Está mais próxima de textos literários. 

c) Que tipo de variedade linguística ela adota?
A variedade padrão de língua.

6. Como a maioria dos gêneros ficcionais, a crônica pode ser narrada no presente ou no pretérito.
a) Que tipo de tempo verbal predomina na crônica em estudo?
 O presente do indicativo.

b) Que efeito de sentido a escolha desse tempo verbal confere ao texto? 
O leitor é conduzido pelo cronista; envolve-se com os pensamentos e dificuldades dele e  participa da cena descrita por ele. 

7. Leia este poema, de Manuel Bandeira:

              O último poema 

Assim eu quereria o meu último poema
Que fosse terno dizendo as coisas mais simples e menos intencionais
Que fosse ardente como um soluço sem lágrimas 
Que tivesse a beleza das flores quase sem perfume
A pureza da chama em que se consomem os diamantes mais límpidos
A paixão dos suicidas que se matam sem explicação.

(Poesia completa & prosa.

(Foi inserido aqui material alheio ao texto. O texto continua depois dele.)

"""Where results go, and how they get there whole.

An output directory may hold anything. lagfield's results in it are the files listed in its
manifest, `.lagfield-results.json`, written together with them; `--overwrite` replaces
exactly those, nothing else is ever touched, and a result name already taken by a file
lagfield did not write is an error naming that file.

A run that writes (`runner.run`):

1. `open_output`, before any computation: creates the directory like ``mkdir -p``, takes a
   lock (`.lagfield.lock`, ``flock``) held until the run ends, completes or clears what an
   interrupted run left behind (and says so), refuses a directory that holds results unless
   overwrite is asked, and makes the staging directory (`.lagfield-staging-*`, inside the
   target, so every rename stays on one file system) that the exporters write into.
   `OutputTarget.check_space` compares an estimate of the tables with the free space.
2. `OutputTarget.commit`, after the computation: the exporters write into staging
   (`exporting.run_exporters`), then run.json; everything is fsynced. A journal
   (`.lagfield-commit.json`, fsynced) lists the moves; each result is renamed over its
   predecessor (``os.replace``: a name always holds the old file or the new one, never
   neither), results of the earlier run that this one did not write are removed, the
   manifest is replaced, the journal removed. A process killed in between leaves the
   journal, and the next run into the directory completes the moves and reports it.

SIGTERM during a run becomes an interruption (the staging directory is removed); during the
moves it is held back until they are done.
"""

from __future__ import annotations

import contextlib
import contextvars
import errno
import fcntl
import functools
import hashlib
import json
import os
import secrets
import shutil
import signal
import threading
import warnings
from pathlib import Path, PurePosixPath

from .errors import OutputError

SAFETY_NOTE = ("lagfield gives field estimates only. For radiation dose, RF or laser "
               "exposure and shielding decisions follow local regulations and consult the "
               "facility's radiation-safety officer.")

SUMMARY_NAME = "run.json"
RESERVED_PREFIX = ".lagfield"  # names lagfield keeps for itself in an output directory
MANIFEST_NAME = ".lagfield-results.json"
LOCK_NAME = ".lagfield.lock"
JOURNAL_NAME = ".lagfield-commit.json"
STAGING_PREFIX = ".lagfield-staging-"
TEMPORARY_PREFIX = ".lagfield-tmp-"
HELD_SIGNALS = ("SIGTERM", "SIGINT", "SIGHUP")  # held back while results are moved

# bytes per table value on disk, by exporter (an estimate for the free-space check; other
# exporters count as text)
BYTES_PER_VALUE = {"parquet": 9, "csv": 26}
TEXT_BYTES_PER_VALUE = 26
PLOT_BYTES_PER_GROUP = 2_000_000  # a few PNG figures per observer group
SPACE_MARGIN = 1.2


def sha256(path: Path) -> str:
    digest = hashlib.sha256()
    with open(path, "rb") as stream:
        for block in iter(lambda: stream.read(1 << 20), b""):
            digest.update(block)
    return digest.hexdigest()


# --------------------------------------------------------------------------- file system
def fsync_path(path: Path) -> None:
    """Flush a file or a directory (its entries) to the disk."""
    fd = os.open(path, os.O_RDONLY | (os.O_DIRECTORY if os.path.isdir(path) else 0))
    try:
        os.fsync(fd)
    finally:
        os.close(fd)


def _write_json(path: Path, data) -> None:
    """Write `data` as JSON to `path` whole or not at all: a temporary file beside it,
    fsynced, renamed over it, the directory fsynced."""
    temporary = path.parent / f"{TEMPORARY_PREFIX}{os.getpid()}-{secrets.token_hex(4)}"
    with open(temporary, "w", encoding="utf-8") as stream:
        json.dump(data, stream, indent=2)
        stream.flush()
        os.fsync(stream.fileno())
    os.replace(temporary, path)
    fsync_path(path.parent)


def _read_json(path: Path, what: str) -> dict:
    try:
        with open(path, encoding="utf-8") as stream:
            data = json.load(stream)
    except (OSError, ValueError) as exc:
        raise OutputError(f"cannot read {what} {path}: {exc}") from None
    if not isinstance(data, dict):
        raise OutputError(f"{what} {path} is not what lagfield writes (not a JSON object)")
    return data


@contextlib.contextmanager
def _io(what: str):
    """Turn an OSError in the block into one OutputError saying what could not be done."""
    try:
        yield
    except OSError as exc:
        reason = exc.strerror or str(exc)
        if exc.errno in (errno.ENOSPC, errno.EDQUOT):
            reason += " (the disk or your quota is full)"
        raise OutputError(f"cannot {what}: {reason}") from exc


def make_directory(directory: Path) -> list[Path]:
    """Create `directory` and its missing parents (like ``mkdir -p``, honouring the umask);
    returns the directories created, outermost first. OutputError if a file stands in the
    way or a parent cannot be written."""
    if os.path.lexists(directory) and not directory.is_dir():
        raise OutputError(f"output path {directory} exists and is not a directory")
    missing = []
    path = directory
    while not os.path.lexists(path):
        missing.append(path)
        path = path.parent
    if not path.is_dir():
        raise OutputError(f"cannot create output directory {directory}: {path} is a file, "
                          "not a directory")
    created = []
    for path in reversed(missing):
        try:
            os.mkdir(path)
        except FileExistsError:
            continue  # made meanwhile by someone else: not ours
        except OSError as exc:
            for made in reversed(created):
                with contextlib.suppress(OSError):
                    os.rmdir(made)
            raise OutputError(f"cannot create output directory {directory}: "
                              f"{exc.strerror or exc} ({path})") from None
        created.append(path)
    return created


def list_files(root: Path) -> list[str]:
    """Every file (symbolic links included, not followed) under `root`, as sorted relative
    POSIX paths."""
    names = []
    for folder, subfolders, files in os.walk(root):
        base = PurePosixPath(Path(folder).relative_to(root).as_posix())
        links = [d for d in subfolders if os.path.islink(os.path.join(folder, d))]
        names += [str(base / name) if str(base) != "." else name for name in files + links]
    return sorted(names)


def _safe(name) -> bool:
    """A name lagfield may write or remove in an output directory: relative, plain, not
    one of its own working names."""
    if not isinstance(name, str) or not name:
        return False
    path = PurePosixPath(name)
    return (not path.is_absolute() and ".." not in path.parts and "\\" not in name
            and not path.parts[0].startswith(RESERVED_PREFIX))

Rio de Janeiro: Nova Aguilar, 1983. p. 223.)

Esse é o poema que contém o verso citado no 1º e no último parágrafos da crônica em estudo. Releia-os e, considerando também o poema, responda: 

a) Que tipo de crônica é possível dizer que o cronista pretendia escrever? 
 Provavelmente uma crônica que fosse terna, que falasse de coisas simples e comuns, que não contivesse uma lição, que fosse o menos intencional possível.

b) O cronista conseguiu realizar o que pretendia? Justifique sua resposta.
Sim, porque de uma cena cotidiana ele conseguiu extrair o assunto para a crônica que pretendia escrever: pura, simples e o menos intencional possível.